• _Data shown_:
■ ■ ■
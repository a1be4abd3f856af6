//! One interval of the exact engine: from the present state to the next
//! event (controller threshold or timer, diode or LED current reaching a
//! segment boundary, inductor blocking or unblocking), applying what the
//! event does, including the switch transition.

use super::*;
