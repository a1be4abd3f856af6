//! The seam between the run driver and the engines: the [`CycleEngine`]
//! trait both engines implement, the work counters they report
//! ([`RunStats`]), the zero-length-interval guard they share
//! ([`ChatterGuard`]) and the per-state scales ([`state_scales`]) used for
//! steady-state tests and current floors.

use crate::error::SimError;
use crate::metrics::Totals;
use crate::model::circuit::N_STATES;
use crate::record::Recorder;
use crate::scenario::{Load, Scenario};
use serde::Serialize;

/// One cycle-by-cycle engine, as the steady-state driver sees it.
pub trait CycleEngine {
    /// Runs one cycle from a turn-on to the next.
    fn run_cycle(
        &mut self,
        totals: Option<&mut Totals>,
        rec: Option<&mut Recorder>,
    ) -> Result<(), SimError>;
    /// State at the present turn-on.
    fn state(&self) -> [f64; N_STATES];
    /// Sets the state (at a turn-on).
    fn set_state(&mut self, x: [f64; N_STATES]);
    /// Simulated time, s.
    fn time_s(&self) -> f64;
    /// Energy in the inductor and capacitors, J.
    fn stored_energy_j(&self) -> f64;
    /// Energy dropped when reverse current was cut off, J (running total).
    fn clamped_energy_j(&self) -> f64;
    /// Stops re-fitting curves (for the measured cycles).
    fn freeze_fits(&mut self);
    /// Work counters.
    fn stats(&self) -> RunStats;
}

/// Zero-length intervals in a row before a run is stopped as chattering.
pub const MAX_ZERO_INTERVALS: u32 = 64;

/// Counts zero-length intervals in a row (events with no time between
/// them) and stops a run that chatters; shared by both engines.
#[derive(Debug, Clone, Copy, Default, PartialEq, Eq)]
pub struct ChatterGuard {
    zero_run: u32,
}

impl ChatterGuard {
    /// Notes an interval of length `dt` ending at `time_s` in the named
    /// topology; errors after [`MAX_ZERO_INTERVALS`] zero-length ones in a row.
    pub fn note(
        &mut self,
        dt: f64,
        time_s: f64,
        topology: impl FnOnce() -> String,
    ) -> Result<(), SimError> {
        if dt != 0.0 {
            self.zero_run = 0;
            return Ok(());
        }
        self.zero_run += 1;
        if self.zero_run > MAX_ZERO_INTERVALS {
            return Err(SimError::Chattering {
                count: self.zero_run,
                time_s,
                topology: topology(),
            });
        }
        Ok(())
    }
}

/// Work done by a run.
#[derive(Debug, Clone, Copy, PartialEq, Eq, Default, Serialize)]
pub struct RunStats {
    /// Switching cycles simulated in all.
    pub cycles: u64,
    /// Intervals between events.
    pub intervals: u64,
    /// 4x4 matrix exponentials (exact engine).
    pub exponentials: u64,
    /// Gramians (exact engine).
    pub gramians: u64,
    /// Accepted integrator steps (reference engine).
    pub integrator_steps: u64,
}

/// Per-state scales for the steady-state test: the target current and the
/// supply voltage.
pub fn state_scales(s: &Scenario) -> [f64; N_STATES] {
    let i = s.target_current_a().unwrap_or(match s.load {
        Load::Resistor { resistance_ohm } => s.supply.voltage_v / resistance_ohm,
        _ => 1.0,
    });
    [i.max(1e-6), s.supply.voltage_v, s.supply.voltage_v]
}
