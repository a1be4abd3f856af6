//! Switch controllers: constant off-time peak current, hysteretic, and
//! fixed-duty open loop.
//!
//! A controller is a small state machine. The engine asks it for a
//! [`Command`] (switch state, a deadline, an inductor-current threshold to
//! watch) and calls it back when the deadline passes or the threshold is
//! crossed. To add a controller, implement [`Controller`] and add a
//! variant to [`crate::scenario::ControllerSpec`] and to [`build`].

use crate::scenario::ControllerSpec;

/// An inductor-current threshold the controller wants to hear about.
#[derive(Debug, Clone, Copy, PartialEq)]
pub struct Watch {
    /// Threshold, A.
    pub level_a: f64,
    /// `true`: fire when the current rises to the level; `false`: falls to it.
    pub rising: bool,
}

/// What the controller wants until its next callback.
#[derive(Debug, Clone, Copy, PartialEq)]
pub struct Command {
    /// Switch on.
    pub switch_on: bool,
    /// Absolute time of the next timer callback, s (infinite: none).
    pub deadline_s: f64,
    /// Threshold to watch, if any.
    pub watch: Option<Watch>,
}

/// Why the controller is called back.
#[derive(Debug, Clone, Copy, PartialEq, Eq)]
pub enum Cause {
    /// The deadline passed.
    Deadline,
    /// The watched threshold was crossed (or was already beyond it).
    Threshold,
}

/// A switch controller.
pub trait Controller: Send {
    /// Resets to power-on at time `t_s` and returns the first command.
    fn start(&mut self, t_s: f64) -> Command;
    /// Called when the deadline passes or the threshold is crossed.
    fn on_event(&mut self, t_s: f64, cause: Cause, inductor_current_a: f64) -> Command;
    /// [`Controller::on_event`], writing the command into `cmd`: the
    /// callee's stores land where the engine reads them, with no copy of a
    /// just-written command in between (a copy in wider words than the
    /// fields were stored in waits for the stores to retire).
    fn on_event_into(
        &mut self,
        t_s: f64,
        cause: Cause,
        inductor_current_a: f64,
        cmd: &mut Command,
    ) {
        *cmd = self.on_event(t_s, cause, inductor_current_a);
    }
    /// A short description of what the controller is waiting for, for
    /// error messages.
    fn waiting_for(&self) -> String;
}

const NEVER: f64 = f64::INFINITY;

/// Phases of the constant off-time controller.
#[derive(Debug, Clone, Copy, PartialEq, Eq)]
enum CotPhase {
    Blanking,
    Watching,
    Delay,
    Off,
}

/// Constant off-time peak-current control: on until the sensed inductor
/// current reaches the peak threshold (ignored during the minimum on-time),
/// off `delay_s` after that, then off for `off_time_s`.
///
/// The comparator trips at the later of the threshold crossing and the end
/// of the minimum on-time; the switch turns off one delay after the trip.
#[derive(Debug, Clone)]
pub struct ConstantOffTime {
    /// Peak threshold, A.
    pub peak_a: f64,
    /// Off-time, s.
    pub off_time_s: f64,
    /// Propagation delay, s.
    pub delay_s: f64,
    /// Minimum on-time, s.
    pub min_on_s: f64,
    phase: CotPhase,
}

impl ConstantOffTime {
    fn turn_on(&mut self, t: f64) -> Command {
        if self.min_on_s > 0.0 {
            self.phase = CotPhase::Blanking;
            Command {
                switch_on: true,
                deadline_s: t + self.min_on_s,
                watch: None,
            }
        } else {
            self.watching()
        }
    }
    fn watching(&mut self) -> Command {
        self.phase = CotPhase::Watching;
        Command {
            switch_on: true,
            deadline_s: NEVER,
            watch: Some(Watch {
                level_a: self.peak_a,
                rising: true,
            }),
        }
    }
    fn tripped(&mut self, t: f64) -> Command {
        if self.delay_s > 0.0 {
            self.phase = CotPhase::Delay;
            Command {
                switch_on: true,
                deadline_s: t + self.delay_s,
                watch: None,
            }
        } else {
            self.turn_off(t)
        }
    }
    fn turn_off(&mut self, t: f64) -> Command {
        self.phase = CotPhase::Off;
        Command {
            switch_on: false,
            deadline_s: t + self.off_time_s,
            watch: None,
        }
    }
}

impl Controller for ConstantOffTime {
    fn start(&mut self, t_s: f64) -> Command {
        self.turn_on(t_s)
    }
    fn on_event(&mut self, t: f64, cause: Cause, il: f64) -> Command {
        match (self.phase, cause) {
            (CotPhase::Blanking, _) => {
                if il >= self.peak_a {
                    self.tripped(t)
                } else {
                    self.watching()
                }
            }
            (CotPhase::Watching, _) => self.tripped(t),
            (CotPhase::Delay, _) => self.turn_off(t),
            (CotPhase::Off, _) => self.turn_on(t),
        }
    }
    fn waiting_for(&self) -> String {
        match self.phase {
            CotPhase::Watching => format!("peak current threshold {} A", self.peak_a),
            CotPhase::Blanking => "end of the minimum on-time".into(),
            CotPhase::Delay => "end of the turn-off delay".into(),
            CotPhase::Off => "end of the off-time".into(),
        }
    }
}

#[derive(Debug, Clone, Copy, PartialEq, Eq)]
enum HystPhase {
    OnWatch,
    OnDelay,
    OffWatch,
    OffDelay,
}

/// Hysteretic control: on until the inductor current reaches the upper
/// threshold (plus the turn-off delay), off until it falls to the lower
/// threshold (plus the turn-on delay).
#[derive(Debug, Clone)]
pub struct Hysteretic {
    /// Upper threshold, A.
    pub upper_a: f64,
    /// Lower threshold, A.
    pub lower_a: f64,
    /// Delay from the upper crossing to turn-off, s.
    pub off_delay_s: f64,
    /// Delay from the lower crossing to turn-on, s.
    pub on_delay_s: f64,
    phase: HystPhase,
}

impl Hysteretic {
    fn on_watch(&mut self) -> Command {
        self.phase = HystPhase::OnWatch;
        Command {
            switch_on: true,
            deadline_s: NEVER,
            watch: Some(Watch {
                level_a: self.upper_a,
                rising: true,
            }),
        }
    }
    fn off_watch(&mut self) -> Command {
        self.phase = HystPhase::OffWatch;
        Command {
            switch_on: false,
            deadline_s: NEVER,
            watch: Some(Watch {
                level_a: self.lower_a,
                rising: false,
            }),
        }
    }
}

impl Controller for Hysteretic {
    fn start(&mut self, _t_s: f64) -> Command {
        self.on_watch()
    }
    fn on_event(&mut self, t: f64, _cause: Cause, _il: f64) -> Command {
        match self.phase {
            HystPhase::OnWatch if self.off_delay_s > 0.0 => {
                self.phase = HystPhase::OnDelay;
                Command {
                    switch_on: true,
                    deadline_s: t + self.off_delay_s,
                    watch: None,
                }
            }
            HystPhase::OnWatch | HystPhase::OnDelay => self.off_watch(),
            HystPhase::OffWatch if self.on_delay_s > 0.0 => {
                self.phase = HystPhase::OffDelay;
                Command {
                    switch_on: false,
                    deadline_s: t + self.on_delay_s,
                    watch: None,
                }
            }
            HystPhase::OffWatch | HystPhase::OffDelay => self.on_watch(),
        }
    }
    fn waiting_for(&self) -> String {
        match self.phase {
            HystPhase::OnWatch => format!("upper current threshold {} A", self.upper_a),
            HystPhase::OffWatch => format!("lower current threshold {} A", self.lower_a),
            _ => "end of a delay".into(),
        }
    }
}

/// Open-loop fixed frequency and duty: on for `duty·period`, off for the rest.
#[derive(Debug, Clone)]
pub struct FixedDuty {
    /// Period, s.
    pub period_s: f64,
    /// Duty cycle (0..1).
    pub duty: f64,
    on: bool,
    cycle_start_s: f64,
    cycles: u64,
    t0: f64,
}

impl Controller for FixedDuty {
    fn start(&mut self, t_s: f64) -> Command {
        self.on = true;
        self.cycles = 0;
        self.t0 = t_s;
        self.cycle_start_s = t_s;
        Command {
            switch_on: true,
            deadline_s: t_s + self.duty * self.period_s,
            watch: None,
        }
    }
    fn on_event(&mut self, _t: f64, _cause: Cause, _il: f64) -> Command {
        if self.on {
            self.on = false;
            Command {
                switch_on: false,
                deadline_s: self.cycle_start_s + self.period_s,
                watch: None,
            }
        } else {
            // Cycle starts on an exact grid so the period does not drift.
            self.on = true;
            self.cycles += 1;
            self.cycle_start_s = self.t0 + self.cycles as f64 * self.period_s;
            Command {
                switch_on: true,
                deadline_s: self.cycle_start_s + self.duty * self.period_s,
                watch: None,
            }
        }
    }
    fn waiting_for(&self) -> String {
        "end of the fixed on- or off-time".into()
    }
}

/// The controller described by a scenario.
pub fn build(spec: &ControllerSpec) -> Box<dyn Controller> {
    match *spec {
        ControllerSpec::ConstantOffTime {
            peak_current_a,
            off_time_s,
            delay_s,
            min_on_time_s,
        } => Box::new(ConstantOffTime {
            peak_a: peak_current_a,
            off_time_s,
            delay_s,
            min_on_s: min_on_time_s,
            phase: CotPhase::Off,
        }),
        ControllerSpec::Hysteretic {
            upper_current_a,
            lower_current_a,
            turn_off_delay_s,
            turn_on_delay_s,
        } => Box::new(Hysteretic {
            upper_a: upper_current_a,
            lower_a: lower_current_a,
            off_delay_s: turn_off_delay_s,
            on_delay_s: turn_on_delay_s,
            phase: HystPhase::OnWatch,
        }),
        ControllerSpec::FixedDuty { frequency_hz, duty } => Box::new(FixedDuty {
            period_s: 1.0 / frequency_hz,
            duty,
            on: false,
            cycle_start_s: 0.0,
            cycles: 0,
            t0: 0.0,
        }),
    }
}

#[cfg(test)]
mod tests {
    use super::*;

    /// Steps a controller through two cycles as the engine would (a
    /// watched threshold is crossed at once, else the deadline passes) and
    /// checks at every step that `waiting_for`, which error messages
    /// quote, describes what the command really waits for: the threshold
    /// with its value, or the end of a timed interval.
    fn describes_every_wait(spec: &ControllerSpec, thresholds: &[(&str, f64)]) {
        let mut c = build(spec);
        let mut cmd = c.start(0.0);
        for _ in 0..12 {
            let text = c.waiting_for();
            match cmd.watch {
                Some(w) => {
                    let named = thresholds
                        .iter()
                        .find(|(_, a)| (w.level_a - a).abs() < 1e-12)
                        .unwrap_or_else(|| panic!("unexpected threshold {}", w.level_a));
                    assert!(
                        text.contains(named.0) && text.contains(&format!("{} A", named.1)),
                        "waiting on {} A but says {text:?}",
                        named.1
                    );
                    cmd = c.on_event(0.0, Cause::Threshold, w.level_a);
                }
                None => {
                    assert!(
                        text.starts_with("end of"),
                        "timed wait described as {text:?}"
                    );
                    cmd = c.on_event(cmd.deadline_s, Cause::Deadline, 0.0);
                }
            }
        }
    }

    #[test]
    fn waiting_for_names_what_each_controller_waits_for() {
        describes_every_wait(
            &ControllerSpec::ConstantOffTime {
                peak_current_a: 0.8,
                off_time_s: 2e-6,
                delay_s: 5e-8,
                min_on_time_s: 1e-7,
            },
            &[("peak", 0.8)],
        );
        describes_every_wait(
            &ControllerSpec::Hysteretic {
                upper_current_a: 0.9,
                lower_current_a: 0.7,
                turn_off_delay_s: 4e-8,
                turn_on_delay_s: 6e-8,
            },
            &[("upper", 0.9), ("lower", 0.7)],
        );
        describes_every_wait(
            &ControllerSpec::FixedDuty {
                frequency_hz: 2e5,
                duty: 0.4,
            },
            &[],
        );
        let mut fixed = build(&ControllerSpec::FixedDuty {
            frequency_hz: 2e5,
            duty: 0.4,
        });
        fixed.start(0.0);
        assert!(fixed.waiting_for().contains("fixed on- or off-time"));
    }
}
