//! The element values of a scenario, read from it in one place.
//!
//! [`Elements::new`] is the only code that reads the circuit's element
//! values (supply, capacitors, switch, inductor with its saturation curve,
//! sense resistor, diode and load curves) out of a [`Scenario`]. The
//! exact engine's [`super::circuit::Circuit`] is built from it (adding the
//! chord fits), the reference engine integrates it directly, and the
//! post-processed core loss reads the inductor's flux from it, so the two
//! engines and the losses cannot drift apart.

#[cfg(test)]
mod tests;

use crate::devices::{ExpDevice, InductanceCurve};
use crate::scenario::{Diode, Load, Scenario, SensePosition};

/// A voltage–current curve of a two-terminal device.
#[derive(Debug, Clone, Copy, PartialEq)]
pub enum DeviceCurve {
    /// The exact exponential curve (an LED string or a Shockley diode).
    Exp(ExpDevice),
    /// v = knee + r·i above the knee, no current below it.
    Line {
        /// Knee voltage, V.
        knee_v: f64,
        /// Slope resistance, ohms.
        r_ohm: f64,
    },
}

impl DeviceCurve {
    /// The exponential curve, when it is one.
    pub fn exp(&self) -> Option<ExpDevice> {
        match *self {
            DeviceCurve::Exp(d) => Some(d),
            DeviceCurve::Line { .. } => None,
        }
    }
}

/// Element values of the circuit, SI units.
#[derive(Debug, Clone, Copy, PartialEq)]
pub struct Elements {
    /// Supply voltage, V.
    pub supply_v: f64,
    /// Source resistance, ohms.
    pub source_ohm: f64,
    /// Input capacitance, F, and ESR, ohms (None: absent, or with no ESR
    /// straight on an ideal source, where it does nothing).
    pub input_cap: Option<(f64, f64)>,
    /// Switch on-resistance, ohms.
    pub switch_ohm: f64,
    /// Inductance, H (the value at zero current with a saturation curve).
    pub inductance_h: f64,
    /// The soft-saturation curve, when the part gives one.
    pub saturation: Option<InductanceCurve>,
    /// Inductor DCR, ohms.
    pub dcr_ohm: f64,
    /// Sense resistance in series with the LED string (carrying the
    /// inductor current), ohms; 0 without one there.
    pub sense_string_ohm: f64,
    /// Sense resistance in series with the switch, ohms; 0 without one there.
    pub sense_switch_ohm: f64,
    /// Output capacitance, F, and ESR, ohms.
    pub output_cap: Option<(f64, f64)>,
    /// The load's curve (LED string or resistor).
    pub led: DeviceCurve,
    /// The freewheel diode's curve.
    pub diode: DeviceCurve,
    /// The current floor, A ([`super::DIODE_FLOOR_REL`] of the current
    /// scale): below it an exponential string without an output capacitor
    /// is taken to block, and an off-state inductor current to have
    /// reached zero.
    pub floor_a: f64,
}

/// The sense resistance `(in series with the LED string, in series with
/// the switch)` of a scenario, ohms (0 where there is none).
pub(crate) fn sense_resistances(s: &Scenario) -> (f64, f64) {
    match s.sense_position() {
        Some((SensePosition::LedString, r)) => (r, 0.0),
        Some((SensePosition::Switch, r)) => (0.0, r),
        None => (0.0, 0.0),
    }
}

/// The inductor's soft-saturation curve from the part's points, when it
/// gives some.
pub fn saturation_curve(s: &Scenario) -> Option<InductanceCurve> {
    let points = &s.parts.inductor.saturation_curve;
    (!points.is_empty()).then(|| {
        let pts: Vec<(f64, f64)> = points
            .iter()
            .map(|p| (p.current_a, p.inductance_h))
            .collect();
        InductanceCurve::new(&pts)
    })
}

impl Elements {
    /// The element values of a validated scenario.
    pub fn new(s: &Scenario) -> Elements {
        let led = match (ExpDevice::from_load(&s.load), s.load) {
            (Some(d), _) => DeviceCurve::Exp(d),
            (
                None,
                Load::LedKnee {
                    count,
                    knee_voltage_v,
                    dynamic_resistance_ohm,
                },
            ) => DeviceCurve::Line {
                knee_v: f64::from(count) * knee_voltage_v,
                r_ohm: f64::from(count) * dynamic_resistance_ohm,
            },
            (None, Load::Resistor { resistance_ohm }) => DeviceCurve::Line {
                knee_v: 0.0,
                r_ohm: resistance_ohm,
            },
            // `from_load` gives a curve for every exponential load.
            (None, Load::LedExponential { .. }) => DeviceCurve::Line {
                knee_v: 0.0,
                r_ohm: 0.0,
            },
        };
        let diode = match (ExpDevice::from_diode(&s.diode), s.diode) {
            (Some(d), _) => DeviceCurve::Exp(d),
            (
                None,
                Diode::FixedDrop {
                    forward_voltage_v,
                    series_resistance_ohm,
                },
            ) => DeviceCurve::Line {
                knee_v: forward_voltage_v,
                r_ohm: series_resistance_ohm,
            },
            // `from_diode` gives a curve for every Shockley diode.
            (None, Diode::Shockley { .. }) => DeviceCurve::Line {
                knee_v: 0.0,
                r_ohm: 0.0,
            },
        };
        let input_cap = s.input_capacitor.and_then(|c| {
            // A capacitor with no ESR straight on an ideal source does nothing.
            if s.supply.source_resistance_ohm == 0.0 && c.esr_ohm == 0.0 {
                None
            } else {
                Some((c.capacitance_f, c.esr_ohm))
            }
        });
        let saturation = saturation_curve(s);
        let (sense_string_ohm, sense_switch_ohm) = sense_resistances(s);
        Elements {
            supply_v: s.supply.voltage_v,
            source_ohm: s.supply.source_resistance_ohm,
            input_cap,
            switch_ohm: s.switch.on_resistance_ohm,
            inductance_h: saturation.map_or(s.inductor.inductance_h, |c| c.inductance_h(0.0)),
            saturation,
            dcr_ohm: s.inductor.dcr_ohm,
            sense_string_ohm,
            sense_switch_ohm,
            output_cap: s.output_capacitor.map(|c| (c.capacitance_f, c.esr_ohm)),
            led,
            diode,
            floor_a: super::DIODE_FLOOR_REL * super::seam::state_scales(s)[0],
        }
    }

    /// Voltage the LED string holds while the inductor rests with no
    /// output capacitor, V: the knee of a straight-line load; for an
    /// exponential string its voltage at the current floor, below which it
    /// is taken to block.
    pub fn led_idle_v(&self) -> f64 {
        match self.led {
            DeviceCurve::Exp(d) => d.voltage_v(self.floor_a),
            DeviceCurve::Line { knee_v, .. } => knee_v,
        }
    }

    /// The inductor's flux linkage at current `i`, Wb: L·i, or the
    /// saturation curve's ∫L(i)di.
    pub fn flux_wb(&self, i: f64) -> f64 {
        match &self.saturation {
            Some(c) => c.flux_wb(i),
            None => self.inductance_h * i,
        }
    }
}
■ ■ ■
• _Work instruction_: Show all of the lines above in which "reaches" is present.

• _Task response_:
/// current reaches the peak threshold (ignored during the minimum on-time),
/// Hysteretic control: on until the inductor current reaches the upper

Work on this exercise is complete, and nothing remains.